*Work to complete*
Count lines, not occurrences: report how many lines in the records hold the string "match", and nothing else.

*The data*
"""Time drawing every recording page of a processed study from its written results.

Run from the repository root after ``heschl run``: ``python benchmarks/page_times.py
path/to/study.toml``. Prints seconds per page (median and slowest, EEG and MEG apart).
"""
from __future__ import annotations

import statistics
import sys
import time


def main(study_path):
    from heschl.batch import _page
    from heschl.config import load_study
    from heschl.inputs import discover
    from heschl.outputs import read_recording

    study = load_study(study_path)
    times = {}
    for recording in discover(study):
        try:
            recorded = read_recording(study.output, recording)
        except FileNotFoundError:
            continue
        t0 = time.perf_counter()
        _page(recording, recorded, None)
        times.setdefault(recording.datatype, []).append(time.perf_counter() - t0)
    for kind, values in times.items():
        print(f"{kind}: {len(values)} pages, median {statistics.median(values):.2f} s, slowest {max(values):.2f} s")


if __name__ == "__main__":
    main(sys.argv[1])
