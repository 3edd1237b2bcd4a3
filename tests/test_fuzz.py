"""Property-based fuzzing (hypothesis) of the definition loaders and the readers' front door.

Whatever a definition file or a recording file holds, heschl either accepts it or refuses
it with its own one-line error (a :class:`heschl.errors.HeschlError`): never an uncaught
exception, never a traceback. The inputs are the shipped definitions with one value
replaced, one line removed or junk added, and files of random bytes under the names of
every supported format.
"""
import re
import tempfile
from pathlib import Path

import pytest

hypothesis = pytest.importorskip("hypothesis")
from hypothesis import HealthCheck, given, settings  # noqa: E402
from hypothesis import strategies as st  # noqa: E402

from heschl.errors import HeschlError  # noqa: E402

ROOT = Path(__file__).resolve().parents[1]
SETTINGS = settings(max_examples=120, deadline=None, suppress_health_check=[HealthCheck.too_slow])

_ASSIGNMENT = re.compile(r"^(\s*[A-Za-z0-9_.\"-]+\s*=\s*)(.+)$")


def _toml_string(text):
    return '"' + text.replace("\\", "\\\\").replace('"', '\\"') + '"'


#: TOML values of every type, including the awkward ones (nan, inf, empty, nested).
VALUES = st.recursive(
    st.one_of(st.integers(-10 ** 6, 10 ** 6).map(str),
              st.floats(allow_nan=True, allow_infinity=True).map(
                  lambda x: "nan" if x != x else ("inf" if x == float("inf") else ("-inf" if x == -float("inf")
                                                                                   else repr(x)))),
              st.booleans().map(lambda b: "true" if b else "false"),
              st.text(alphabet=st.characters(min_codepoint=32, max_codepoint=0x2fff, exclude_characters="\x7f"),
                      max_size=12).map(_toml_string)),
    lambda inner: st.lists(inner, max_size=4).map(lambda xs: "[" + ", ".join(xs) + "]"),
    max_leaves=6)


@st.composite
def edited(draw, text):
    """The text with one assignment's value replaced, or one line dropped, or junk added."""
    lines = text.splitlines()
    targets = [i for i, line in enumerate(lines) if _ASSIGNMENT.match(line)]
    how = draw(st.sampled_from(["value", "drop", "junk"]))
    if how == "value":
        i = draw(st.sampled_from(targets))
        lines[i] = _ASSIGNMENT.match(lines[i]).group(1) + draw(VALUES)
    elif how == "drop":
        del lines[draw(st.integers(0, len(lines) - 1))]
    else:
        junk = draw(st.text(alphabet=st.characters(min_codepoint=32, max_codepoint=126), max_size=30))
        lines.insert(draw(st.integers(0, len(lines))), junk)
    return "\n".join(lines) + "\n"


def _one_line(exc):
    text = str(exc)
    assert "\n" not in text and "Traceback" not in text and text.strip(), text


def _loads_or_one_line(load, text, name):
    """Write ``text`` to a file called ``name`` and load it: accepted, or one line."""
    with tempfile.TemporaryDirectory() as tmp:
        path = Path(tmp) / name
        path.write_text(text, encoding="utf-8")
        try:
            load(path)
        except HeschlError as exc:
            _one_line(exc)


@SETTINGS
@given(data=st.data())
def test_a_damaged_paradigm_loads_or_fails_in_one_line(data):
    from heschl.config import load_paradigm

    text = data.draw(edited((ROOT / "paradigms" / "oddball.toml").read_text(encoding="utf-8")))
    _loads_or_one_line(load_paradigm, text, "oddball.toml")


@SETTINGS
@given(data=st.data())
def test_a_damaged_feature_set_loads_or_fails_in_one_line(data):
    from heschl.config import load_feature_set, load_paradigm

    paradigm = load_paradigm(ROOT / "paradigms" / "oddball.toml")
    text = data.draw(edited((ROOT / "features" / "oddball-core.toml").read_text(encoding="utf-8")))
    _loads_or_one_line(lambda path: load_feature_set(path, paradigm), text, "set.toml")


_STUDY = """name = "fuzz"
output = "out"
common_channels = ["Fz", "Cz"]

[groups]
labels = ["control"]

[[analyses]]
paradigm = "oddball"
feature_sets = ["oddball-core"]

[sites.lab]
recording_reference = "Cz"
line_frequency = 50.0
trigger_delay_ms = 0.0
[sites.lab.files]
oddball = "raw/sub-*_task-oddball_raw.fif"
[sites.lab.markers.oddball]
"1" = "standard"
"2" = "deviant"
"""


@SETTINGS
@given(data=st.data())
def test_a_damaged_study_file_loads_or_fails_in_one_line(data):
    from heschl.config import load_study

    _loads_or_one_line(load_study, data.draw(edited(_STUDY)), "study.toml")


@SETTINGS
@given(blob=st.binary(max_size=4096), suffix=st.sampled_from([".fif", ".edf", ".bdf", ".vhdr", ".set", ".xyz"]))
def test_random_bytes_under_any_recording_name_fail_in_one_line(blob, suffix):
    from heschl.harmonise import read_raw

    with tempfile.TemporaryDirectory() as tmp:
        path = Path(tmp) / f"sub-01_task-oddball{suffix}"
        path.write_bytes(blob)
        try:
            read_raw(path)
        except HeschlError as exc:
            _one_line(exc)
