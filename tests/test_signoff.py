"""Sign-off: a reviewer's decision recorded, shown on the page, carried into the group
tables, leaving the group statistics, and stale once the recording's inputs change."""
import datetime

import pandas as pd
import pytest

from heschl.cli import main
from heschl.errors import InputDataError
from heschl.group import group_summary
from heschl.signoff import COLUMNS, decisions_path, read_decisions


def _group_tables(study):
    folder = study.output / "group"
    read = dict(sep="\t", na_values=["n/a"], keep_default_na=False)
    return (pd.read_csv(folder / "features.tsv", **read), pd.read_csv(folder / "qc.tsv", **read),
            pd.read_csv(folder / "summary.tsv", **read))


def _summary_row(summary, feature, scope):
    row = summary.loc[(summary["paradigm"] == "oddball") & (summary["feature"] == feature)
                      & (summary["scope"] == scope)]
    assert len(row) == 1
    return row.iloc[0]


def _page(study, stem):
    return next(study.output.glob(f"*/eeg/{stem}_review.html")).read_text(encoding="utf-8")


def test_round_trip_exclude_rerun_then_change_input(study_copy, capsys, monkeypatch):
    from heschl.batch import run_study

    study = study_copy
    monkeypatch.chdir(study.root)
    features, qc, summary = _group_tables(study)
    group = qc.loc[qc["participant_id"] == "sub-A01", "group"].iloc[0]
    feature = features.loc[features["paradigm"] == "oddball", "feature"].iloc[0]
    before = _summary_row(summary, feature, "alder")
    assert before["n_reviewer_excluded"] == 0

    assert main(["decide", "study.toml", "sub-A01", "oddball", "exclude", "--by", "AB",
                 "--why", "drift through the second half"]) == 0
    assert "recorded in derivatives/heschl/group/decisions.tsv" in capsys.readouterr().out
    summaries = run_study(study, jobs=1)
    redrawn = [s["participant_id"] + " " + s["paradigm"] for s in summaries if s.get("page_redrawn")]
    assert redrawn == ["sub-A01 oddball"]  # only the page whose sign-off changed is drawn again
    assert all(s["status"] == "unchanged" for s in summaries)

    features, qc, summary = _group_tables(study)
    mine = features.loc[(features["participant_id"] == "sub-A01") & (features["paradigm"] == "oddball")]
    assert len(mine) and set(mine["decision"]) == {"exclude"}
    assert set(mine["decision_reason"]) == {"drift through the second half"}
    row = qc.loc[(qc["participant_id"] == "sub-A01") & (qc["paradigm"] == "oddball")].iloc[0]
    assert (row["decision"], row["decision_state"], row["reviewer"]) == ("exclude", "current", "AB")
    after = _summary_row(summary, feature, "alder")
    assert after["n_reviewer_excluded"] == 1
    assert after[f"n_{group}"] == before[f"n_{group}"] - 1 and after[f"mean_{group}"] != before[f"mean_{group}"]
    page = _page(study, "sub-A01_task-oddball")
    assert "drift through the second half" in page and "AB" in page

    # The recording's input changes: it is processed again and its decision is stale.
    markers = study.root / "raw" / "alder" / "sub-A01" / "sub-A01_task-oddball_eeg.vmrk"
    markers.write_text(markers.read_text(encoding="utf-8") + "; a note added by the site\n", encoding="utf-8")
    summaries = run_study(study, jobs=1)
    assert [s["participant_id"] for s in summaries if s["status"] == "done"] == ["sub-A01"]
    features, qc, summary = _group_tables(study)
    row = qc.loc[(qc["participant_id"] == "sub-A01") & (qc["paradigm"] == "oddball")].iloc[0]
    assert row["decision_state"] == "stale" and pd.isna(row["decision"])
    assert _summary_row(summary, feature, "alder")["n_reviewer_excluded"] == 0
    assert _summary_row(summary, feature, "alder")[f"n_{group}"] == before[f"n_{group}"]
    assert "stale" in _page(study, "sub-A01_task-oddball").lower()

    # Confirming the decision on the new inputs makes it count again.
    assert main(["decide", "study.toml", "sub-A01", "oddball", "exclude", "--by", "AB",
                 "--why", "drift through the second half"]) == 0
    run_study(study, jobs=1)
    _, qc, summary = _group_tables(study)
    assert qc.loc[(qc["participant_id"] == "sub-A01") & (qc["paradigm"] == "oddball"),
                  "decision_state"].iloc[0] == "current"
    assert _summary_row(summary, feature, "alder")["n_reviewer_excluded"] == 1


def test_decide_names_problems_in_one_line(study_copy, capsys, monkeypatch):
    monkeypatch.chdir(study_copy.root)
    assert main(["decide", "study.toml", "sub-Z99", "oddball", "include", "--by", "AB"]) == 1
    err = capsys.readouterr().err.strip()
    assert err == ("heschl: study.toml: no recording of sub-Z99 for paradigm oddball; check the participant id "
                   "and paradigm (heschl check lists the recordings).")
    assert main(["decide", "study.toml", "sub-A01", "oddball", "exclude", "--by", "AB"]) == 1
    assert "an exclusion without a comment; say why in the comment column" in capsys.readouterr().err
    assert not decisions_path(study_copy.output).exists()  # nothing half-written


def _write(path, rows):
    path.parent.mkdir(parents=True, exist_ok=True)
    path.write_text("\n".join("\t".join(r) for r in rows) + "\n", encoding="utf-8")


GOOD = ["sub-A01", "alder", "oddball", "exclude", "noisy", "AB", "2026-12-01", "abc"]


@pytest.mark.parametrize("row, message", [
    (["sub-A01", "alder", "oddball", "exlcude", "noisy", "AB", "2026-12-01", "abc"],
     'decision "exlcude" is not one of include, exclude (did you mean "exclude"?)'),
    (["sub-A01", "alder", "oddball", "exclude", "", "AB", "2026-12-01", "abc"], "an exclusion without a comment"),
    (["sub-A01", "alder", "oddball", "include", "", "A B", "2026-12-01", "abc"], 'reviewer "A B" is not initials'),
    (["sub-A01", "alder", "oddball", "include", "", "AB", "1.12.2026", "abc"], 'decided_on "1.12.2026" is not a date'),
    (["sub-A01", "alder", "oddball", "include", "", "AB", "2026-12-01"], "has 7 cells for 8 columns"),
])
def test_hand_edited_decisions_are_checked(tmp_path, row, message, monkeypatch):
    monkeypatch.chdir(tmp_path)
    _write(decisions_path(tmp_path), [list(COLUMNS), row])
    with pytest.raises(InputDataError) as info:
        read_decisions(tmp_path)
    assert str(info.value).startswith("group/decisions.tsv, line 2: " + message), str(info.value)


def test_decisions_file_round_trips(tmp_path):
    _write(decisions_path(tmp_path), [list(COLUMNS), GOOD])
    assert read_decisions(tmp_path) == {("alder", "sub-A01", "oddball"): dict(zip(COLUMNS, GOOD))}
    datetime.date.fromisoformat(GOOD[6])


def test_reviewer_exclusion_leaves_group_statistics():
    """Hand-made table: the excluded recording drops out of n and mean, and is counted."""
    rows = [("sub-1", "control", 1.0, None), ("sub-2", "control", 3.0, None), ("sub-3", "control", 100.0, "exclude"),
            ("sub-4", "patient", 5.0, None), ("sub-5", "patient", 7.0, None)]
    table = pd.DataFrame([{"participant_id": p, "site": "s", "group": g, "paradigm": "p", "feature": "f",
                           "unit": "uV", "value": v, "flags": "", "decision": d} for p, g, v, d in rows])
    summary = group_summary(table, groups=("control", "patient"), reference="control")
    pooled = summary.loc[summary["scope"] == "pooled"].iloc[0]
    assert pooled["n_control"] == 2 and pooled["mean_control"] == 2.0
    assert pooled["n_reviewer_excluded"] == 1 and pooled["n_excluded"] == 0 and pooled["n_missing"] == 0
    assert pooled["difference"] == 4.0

*Solution to this task*
2